Monday, June 23, 2008

Ajami and Anti-American Hype

Whenever Fouad Ajami publishes something, I try to read it. His Dream Palace of the Arabs: A Generation’s Odyssey is a great read which leads the reader into many of the key events of the intellectual (mostly literary) world of 20th-century Arab life and culture. His latest essay makes the case that "Anti-Americanism Is Mostly Hype." Is it?

I grew up in the Arab world in the late 1950s and early 1960s, and anti-Americanism was the standard political language – even for those pining for American visas and green cards. Precious few took this seriously. The attraction to the glamorous, distant society was too strong in the Beirut of my boyhood.

[...]

No Turkish malady is caused by America, and no cure can come courtesy of the Americans. The Turks giving vent to anti-Americanism are doing a parody of Europe: They were led to believe that the Europe spurning them, and turning down their membership in its club, is given to anti-Americanism, so they took to the same fad. Turkish anti-Americanism is no doubt fueled by the resentment within Turkey of the American war in Iraq that gave protection and liberty to the Kurds. No apology is owed the Turks; indeed, it is they who must reconsider their intolerance of minorities. If the Turks were comfortable with the abnormality of Iraq under Saddam Hussein, it is they who have a problem.
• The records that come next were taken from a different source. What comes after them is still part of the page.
import { normalisedCharge } from './inversion-charge.js';
import { type ChannelTerms, LONG_CHANNEL } from './short-channel.js';

/**
 * Drain current and its analytic derivatives, polarity-normalised, for the two models of docs/model.md.
 * Inputs in SI: beta = kp(T)·Weff/Leff (A/V²), n, ut = kT/q (V), lambda (1/V, already scaled by L),
 * vov = VGS − VT (V; VT already lowered by DIBL), vds > 0 (V), and the short-channel terms of the
 * all-region model at this length (theta, esat, clm, eta; see short-channel.ts — the square law ignores them).
 * Each `…Into` function writes into `out`:
 *   out[0] = ID (A), out[1] = gm = ∂ID/∂VGS (S), out[2] = gds = ∂ID/∂VDS at fixed VGS (S, DIBL included),
 *   out[3] = gm/ID (1/V), out[4] = VDSsat (V).
 * gm/ID is computed as its own ratio, so it stays finite (→ 1/(n·UT)) where ID underflows in deep weak inversion.
 * No allocation; the sweep runs the column kernels (allRegionColumns, squareLawColumns) over a whole series.
 */

export type CurrentModel = 'all-region' | 'square-law';

export const ID = 0;
export const GM = 1;
export const GDS = 2;
export const GM_ID = 3;
export const VDSAT = 4;
/** Length of the `out` array the kernels write. */
export const KERNEL_OUTPUTS = 5;

/**
 * Per-point inputs and outputs of the column kernels. Entry i of an output is point i; an input holds
 * either one value per point or, with length 1, one value for every point (no need to fill a whole
 * array with a constant).
 */
export interface KernelColumns {
  /** kp(T)·Weff/Leff, A/V² */
  beta: Float64Array;
  n: Float64Array;
  /** kT/q, V */
  ut: Float64Array;
  /** 1/V, already scaled by L */
  lambda: Float64Array;
  /** VGS − VT, V */
  vov: Float64Array;
  /** > 0, V */
  vds: Float64Array;
  /** θ = θ0 + θ1/Leff, 1/V (all-region only) */
  theta: Float64Array;
  /** θ2, 1/V² (all-region only) */
  theta2: Float64Array;
  /** Esat·Leff, V; Infinity without velocity saturation (all-region only) */
  esat: Float64Array;
  /** Pclm/Leff (all-region only) */
  clm: Float64Array;
  /** DIBL η, V/V: adds η·gm to gds (all-region only) */
  eta: Float64Array;
  id: Float64Array;
  gm: Float64Array;
  gds: Float64Array;
  gmId: Float64Array;
  vdsat: Float64Array;
}

/**
 * All-region model: the charge-based EKV long-channel current (C. C. Enz, E. A. Vittoz, Charge-Based MOS
 * Transistor Modeling, Wiley, 2006, ch. 3; C. C. Enz, F. Krummenacher, E. A. Vittoz, Analog Integrated Circuits
 * and Signal Processing 8, 83–114, 1995) for points 0 … count−1, with the short-channel terms of docs/model.md §6.3:
 *   ID = I_spec·[i_f − i_r]·(1 + λ·VDS)·M_clm / (1 + θ·V_P + θ2·V_P²),  I_spec = 2·n·β·UT²,  i = q² + q,  v = 2q + ln q,
 *   v_f = VOV/(n·UT),  v_r = (VOV − n·VDS)/(n·UT)  (inversion-charge.ts),  V_P = 2nUT·q_f (a smooth VOV),
 *   M_clm = 1 + k·ln(1 + (VDS − VDSsat)₊/VDSsat),  k = clm/(1 + V_P/esat),
 *   VDSsat = 2(V_P/n)/(1 + √(1 + 2V_P/(n·esat))) + 4UT/(1 + q_f),
 * with its analytic gm, gds (+ η·gm for DIBL), gm/ID and VDSsat. Without the short-channel terms this is
 * (β/2n)·VOV² in strong saturation, I_spec·e^(VOV/(nUT))·(1 − e^(−VDS/UT)) in weak inversion, and
 * gm·nUT/ID = 1/(0.5 + √(0.25 + IC)) between. The one place this formula is written; the sweep runs it over
 * whole series, the scalar functions over one point.
 */
export function allRegionColumns(count: number, c: KernelColumns): void {
  const { beta, n, ut, lambda, vov, vds, theta, theta2, esat, clm, eta, id, gm, gds, gmId, vdsat } = c;
  const [mb, mn, mu, ml, mo, md, mt, me, mc, mh, mq] = [beta, n, ut, lambda, vov, vds, theta, esat, clm, eta, theta2].map(maskOf);
  for (let i = 0; i < count; i++) {
    const nI = n[i & mn];
    const u = ut[i & mu];
    const nu = nI * u;
    const v = vds[i & md];
    const ispec = 2 * nI * beta[i & mb] * u * u;
    // 1. The long-channel core: the normalised charges at source and drain, d = i_f − i_r and its derivatives.
    const vf = vov[i & mo] / nu;
    const qf = normalisedCharge(vf);
    const qr = normalisedCharge(vf - v / u);
    const dq = qf - qr;
    const d = dq * (qf + qr + 1);
    const dVov = dq / nu;
    const dVds = qr / u;
    // VDS so small that i_f − i_r rounds to 0: the limit of the ratio, 1/(nUT·(2q + 1)).
    const coreGmId = d > 0 ? dVov / d : 1 / (nu * (2 * qf + 1));
    // 2. Saturation voltage: V_P/n in strong inversion (lowered by velocity saturation), 4UT in weak.
    const e = esat[i & me];
    const vp = 2 * nu * qf;
    const root = e === Infinity ? 1 : Math.sqrt(1 + (2 * vp) / (nI * e));
    const sat = (2 * vp) / (nI * (1 + root)) + (4 * u) / (1 + qf);
    // 3. Mobility degradation and velocity saturation in the current: ÷ (1 + θ·V_P + θ2·V_P²).
    const th = theta[i & mt];
    const th2 = theta2[i & mq];
    const degradation = 1 + vp * (th + th2 * vp);
    // dV_P/dVOV = 2q_f/(2q_f + 1), the smooth overdrive's slope.
    const vpSlope = (2 * qf) / (2 * qf + 1);
    let lnKSlopeVov = th === 0 && th2 === 0 ? 0 : -((th + 2 * th2 * vp) * vpSlope) / degradation;
    // 4. Channel-length modulation beyond VDSsat, logarithmic in VDS − VDSsat (smooth over 2UT).
    let clmFactor = 1;
    let lnClmSlopeVds = 0;
    const k0 = clm[i & mc];
    if (k0 > 0) {
      const satSlope = vpSlope / (nI * root) - (4 * u * vpSlope) / (2 * nu * (1 + qf) * (1 + qf));
      const k = k0 / (1 + vp / e);
      const s = 2 * u;
      const z = (v - sat) / s;
      const excess = z > 0 ? s * (z + Math.log1p(Math.exp(-z))) : s * Math.log1p(Math.exp(z));
      const excessSlope = z > 0 ? 1 / (1 + Math.exp(-z)) : Math.exp(z) / (1 + Math.exp(z));
      const logTerm = Math.log1p(excess / sat);
      clmFactor = 1 + k * logTerm;
      const kSlope = (-k * (vpSlope / e)) / (1 + vp / e);
      const logSlope = (satSlope * (1 - excessSlope)) / (sat + excess) - satSlope / sat;
      lnKSlopeVov += (kSlope * logTerm + k * logSlope) / clmFactor;
      lnClmSlopeVds = (k * excessSlope) / ((sat + excess) * clmFactor);
    }
    const lam = lambda[i & ml];
    const lengthFactor = 1 + lam * v;
    const scale = (ispec * lengthFactor * clmFactor) / degradation;
    const current = scale * d;
    const transconductance = scale * (dVov + d * lnKSlopeVov);
    id[i] = current;
    gm[i] = transconductance;
    gds[i] = scale * (dVds + d * (lam / lengthFactor + lnClmSlopeVds)) + eta[i & mh] * transconductance;
    gmId[i] = coreGmId + lnKSlopeVov;
    vdsat[i] = sat;
  }
}

/**
 * Square law (Shichman & Hodges, IEEE JSSC 3(3), 285–289, 1968) exactly as SPICE level 1 computes it:
 * saturation (VDS ≥ VOV) ID = (β/2)·VOV²·(1 + λ·VDS), triode ID = β·(VOV·VDS − VDS²/2)·(1 + λ·VDS);
 * below VOV = 2nUT an exponential tail ID = (β/2)(2nUT)²·exp((VOV − 2nUT)/(nUT))·(1 − e^(−VDS/UT))·(1 + λ·VDS),
 * which meets the saturated square law at VOV = 2nUT with the same ID and gm (gm/ID = 1/(nUT) on both sides)
 * up to the factor (1 − e^(−VDS/UT)). VDSsat = max(VOV, 4·UT).
 */
export function squareLawColumns(count: number, c: KernelColumns): void {
  const { beta, n, ut, lambda, vov, vds, id, gm, gds, gmId, vdsat } = c;
  const [mb, mn, mu, ml, mo, md] = [beta, n, ut, lambda, vov, vds].map(maskOf);
  for (let i = 0; i < count; i++) {
    const u = ut[i & mu];
    const a = 2 * n[i & mn] * u;
    const v = vds[i & md];
    const o = vov[i & mo];
    const b = beta[i & mb];
    const lambdaI = lambda[i & ml];
    const m = 1 + lambdaI * v;
    vdsat[i] = Math.max(o, 4 * u);
    if (o >= a) {
      if (v >= o) {
        const core = 0.5 * b * o * o;
        id[i] = core * m;
        gm[i] = b * o * m;
        gds[i] = lambdaI * core;
        gmId[i] = 2 / o;
      } else {
        const core = o * v - 0.5 * v * v;
        id[i] = b * core * m;
        gm[i] = b * v * m;
        gds[i] = b * (m * (o - v) + lambdaI * core);
        gmId[i] = v / core;
      }
      continue;
    }
    const p = 0.5 * b * a * a;
    const e = Math.exp((2 * (o - a)) / a);
    const h = -Math.expm1(-v / u);
    const current = p * e * h * m;
    id[i] = current;
    gm[i] = (2 * current) / a;
    gds[i] = p * e * (lambdaI * h + (m * (1 - h)) / u);
    gmId[i] = 2 / a;
  }
}

/** Index mask of an input column: 0 for a length-1 column (every point reads entry 0), all ones otherwise. */
export function maskOf(column: Float64Array): number {
  return column.length === 1 ? 0 : -1;
}

function oneColumn(): Float64Array {
  return new Float64Array(1);
}

const single: KernelColumns = {
  beta: oneColumn(), n: oneColumn(), ut: oneColumn(), lambda: oneColumn(), vov: oneColumn(), vds: oneColumn(),
  theta: oneColumn(), theta2: oneColumn(), esat: oneColumn(), clm: oneColumn(), eta: oneColumn(),
  id: oneColumn(), gm: oneColumn(), gds: oneColumn(), gmId: oneColumn(), vdsat: oneColumn(),
};

function runOnePoint(columns: (count: number, c: KernelColumns) => void, beta: number, n: number, ut: number, lambda: number, vov: number, vds: number, out: Float64Array, terms: ChannelTerms): void {
  single.beta[0] = beta;
  single.n[0] = n;
  single.ut[0] = ut;
  single.lambda[0] = lambda;
  single.vov[0] = vov;
  single.vds[0] = vds;
  single.theta[0] = terms.theta;
  single.theta2[0] = terms.theta2;
  single.esat[0] = terms.esat;
  single.clm[0] = terms.clm;
  single.eta[0] = terms.eta;
  columns(1, single);
  out[ID] = single.id[0];
  out[GM] = single.gm[0];
  out[GDS] = single.gds[0];
  out[GM_ID] = single.gmId[0];
  out[VDSAT] = single.vdsat[0];
}

/** One point of the all-region model into out (see the top of this file); long channel unless terms are given. */
export function allRegionCurrentInto(beta: number, n: number, ut: number, lambda: number, vov: number, vds: number, out: Float64Array, terms: ChannelTerms = LONG_CHANNEL): void {
  runOnePoint(allRegionColumns, beta, n, ut, lambda, vov, vds, out, terms);
}

/** One point of the square law into out (see the top of this file). */
export function squareLawCurrentInto(beta: number, n: number, ut: number, lambda: number, vov: number, vds: number, out: Float64Array): void {
  runOnePoint(squareLawColumns, beta, n, ut, lambda, vov, vds, out, LONG_CHANNEL);
}

/** Dispatches to the chosen model; see allRegionCurrentInto and squareLawCurrentInto. */
export function drainCurrentInto(model: CurrentModel, beta: number, n: number, ut: number, lambda: number, vov: number, vds: number, out: Float64Array, terms: ChannelTerms = LONG_CHANNEL): void {
  if (model === 'square-law') squareLawCurrentInto(beta, n, ut, lambda, vov, vds, out);
  else allRegionCurrentInto(beta, n, ut, lambda, vov, vds, out, terms);
}

const scratch = new Float64Array(KERNEL_OUTPUTS);

/** ID in amperes for one bias point (see drainCurrentInto for the arguments). */
export function drainCurrent(model: CurrentModel, beta: number, n: number, ut: number, lambda: number, vov: number, vds: number, terms: ChannelTerms = LONG_CHANNEL): number {
  drainCurrentInto(model, beta, n, ut, lambda, vov, vds, scratch, terms);
  return scratch[ID];
}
And if there is enthusiasm for Barack Obama on foreign shores, his rise to fame and power must be a tribute to the land that has made this possible. Where else would a boy of marginality and relative poverty find his way to the peak of political life? Certainly not in his father's Kenya, where the tribal origins of the Obamas would have determined young Barack's life-chances. In an Arab world hemmed in by pedigree, where rulers bequeath power to their sons and the lot of the sons is invariably that of the fathers, the tale of Obama is fantasy.

[...]

Meanwhile, a maligned American president now returns from a Europe at peace with American leadership. In France, Germany and Italy, center-right governments are eager to proclaim their identification with American power. Jacques Chirac is gone. Now there is Nicolas Sarkozy, who offered a poetic tribute last November to the American soldiers who fell on French soil, before a joint session of the U.S. Congress. "The children of my generation," he said, "understood that those young Americans, 20 years old, were true heroes to whom they owed the fact that they were free people and not slaves. France will never forget the sacrifice of your children."

The great battle over the Iraq war has subsided, and Europeans who ponder the burning grounds of the Islamic world know the distinction between fashionable anti-Americanism and the international order underpinned by American power. George W. Bush may have been indifferent to political protocol, but he held the line when it truly mattered, and the Europeans have come to understand that appeasement of dictators and brigands begets its own troubles.

It is one thing to rail against the Pax Americana. But after the pollsters are gone, the truth of our contemporary order of states endures. We live in a world held by American power – and benevolence. Nothing prettier, or more just, looms over the horizon.

A thought-provoking read, even if you disagree.